(Records from a collection)

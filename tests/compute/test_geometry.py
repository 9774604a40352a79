"""Starting structures built from the analysis (pure), and one optimisation in this process."""

from __future__ import annotations

import math

import numpy as np
import pytest

from notelsp.chem import analyse
from notelsp.chem.bondlength import predict_bond_length
from notelsp.compute.geometry import Skipped, Structure, optimise, start_structures
from notelsp.compute.method import Limits
from notelsp.notation import parse_formula


def starts(text: str, **kwargs):
    return start_structures(analyse(parse_formula(text)), **kwargs)


def test_ligands_sit_at_the_predicted_length_along_their_site_vectors():
    (nh3,) = starts("NH3")
    expected = predict_bond_length("N", "H", 1).angstrom
    assert nh3.symbols == ("N", "H", "H", "H") and nh3.positions[0] == (0.0, 0.0, 0.0)
    centre = analyse(parse_formula("NH3")).centres[0]
    vectors = [s.vector for s in centre.isomers[0].sites if s.symbol is not None]
    for position, vector in zip(nh3.positions[1:], vectors):
        assert math.dist(position, (0, 0, 0)) == pytest.approx(expected, abs=1e-5)
        assert np.allclose(np.array(position) / expected, vector, atol=1e-5)


def test_double_bonds_start_at_the_double_bond_length():
    (so2,) = starts("SO2")
    assert math.dist(so2.positions[1], so2.positions[0]) == pytest.approx(
        predict_bond_length("S", "O", 2).angstrom, abs=1e-5)


def test_every_isomer_of_a_mixed_halide_is_a_structure_and_mirror_images_count_once():
    pcl3f2 = starts("PCl3F2")
    assert len(pcl3f2) == 3  # F2 axial, one axial one equatorial, both equatorial (common practice, no source)
    centre = analyse(parse_formula("SF2Cl2")).centres[0]
    pairs = sum(1 for i, iso in enumerate(centre.isomers) if iso.enantiomer is not None and iso.enantiomer < i)
    assert len(starts("SF2Cl2")) == len(centre.isomers) - pairs


def test_spin_follows_the_electron_count():
    (no2,) = starts("NO2")
    (nh3,) = starts("NH3")
    (h3o,) = starts("H3O+")
    assert (no2.unpaired, nh3.unpaired, h3o.unpaired, h3o.charge) == (1, 0, 0, 1)
    assert "doublet" in no2.spin and "singlet" in nh3.spin


def test_methylene_takes_the_triplet_and_says_so():
    (ch2,) = starts("CH2")  # the analysis leaves CH2's spin open: two states (ASE G2 set has both)
    assert ch2.unpaired == 2 and "triplet assumed" in ch2.spin
    (singlet,) = starts("CH2", unpaired=0)
    assert singlet.unpaired == 0 and "requested" in singlet.spin


def test_what_cannot_be_built_is_skipped_with_a_reason():
    assert "groups (OH)" in starts("C(OH)4").reason
    assert "cannot have" in starts("NH3", unpaired=1).reason
    bounded = starts("SF6", limits=Limits(max_atoms=4))
    assert isinstance(bounded, Skipped) and "bounded to 4" in bounded.reason
    big = start_structures(analyse(parse_formula("C6H6")), Limits(max_atoms=8))  # a molecule past the bound
    assert isinstance(big, Skipped) and "12 atoms" in big.reason and "bounded to 8" in big.reason


def test_structure_survives_its_json_form():
    (pcl3f2,) = starts("PCl3F2")[:1]
    assert Structure.from_dict(pcl3f2.to_dict()) == pcl3f2


def test_optimised_water_bends_below_tetrahedral_and_reports_everything():
    (water,) = starts("H2O")
    result = optimise(water)
    assert result.failed is None and result.converged and result.usable
    (angle,) = result.angles
    assert angle.labels == ("H", "O", "H")
    # experiment 104.5° (CRC Handbook, from memory); the method's uncertainty is measured in test_accuracy
    assert 100 < angle.degrees < 109.47
    assert dict(result.versions).keys() == {"tblite", "ase"} and result.method == "GFN2-xTB"
    assert len(result.bonds) == 2 and result.energy_ev < 0


def test_a_calculation_the_library_refuses_is_a_failed_result_not_an_exception():
    (water,) = starts("H2O")
    impossible = Structure(**{**water.to_dict(), "unpaired": 1})  # 10 electrons, one unpaired
    result = optimise(impossible)
    assert result.failed and "GFN2-xTB failed" in result.failed and not result.usable and result.energy_ev is None


def test_a_step_bound_leaves_the_result_unconverged_and_unusable():
    (sf4,) = starts("SF4")[:1]
    result = optimise(sf4, Limits(max_steps=1))
    assert result.failed is None and not result.converged and not result.usable
    assert any("not converged" in note for note in result.notes)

What the task requires => I'd like an exact copy of the lines above, from the very first one through the line that contains "import pytest", with nothing else added.

Result of the exercise =>
filename tests/compute/test_geometry.py
repository 9774604a40352a79
"""Starting structures built from the analysis (pure), and one optimisation in this process."""

from __future__ import annotations

import math

import numpy as np
import pytest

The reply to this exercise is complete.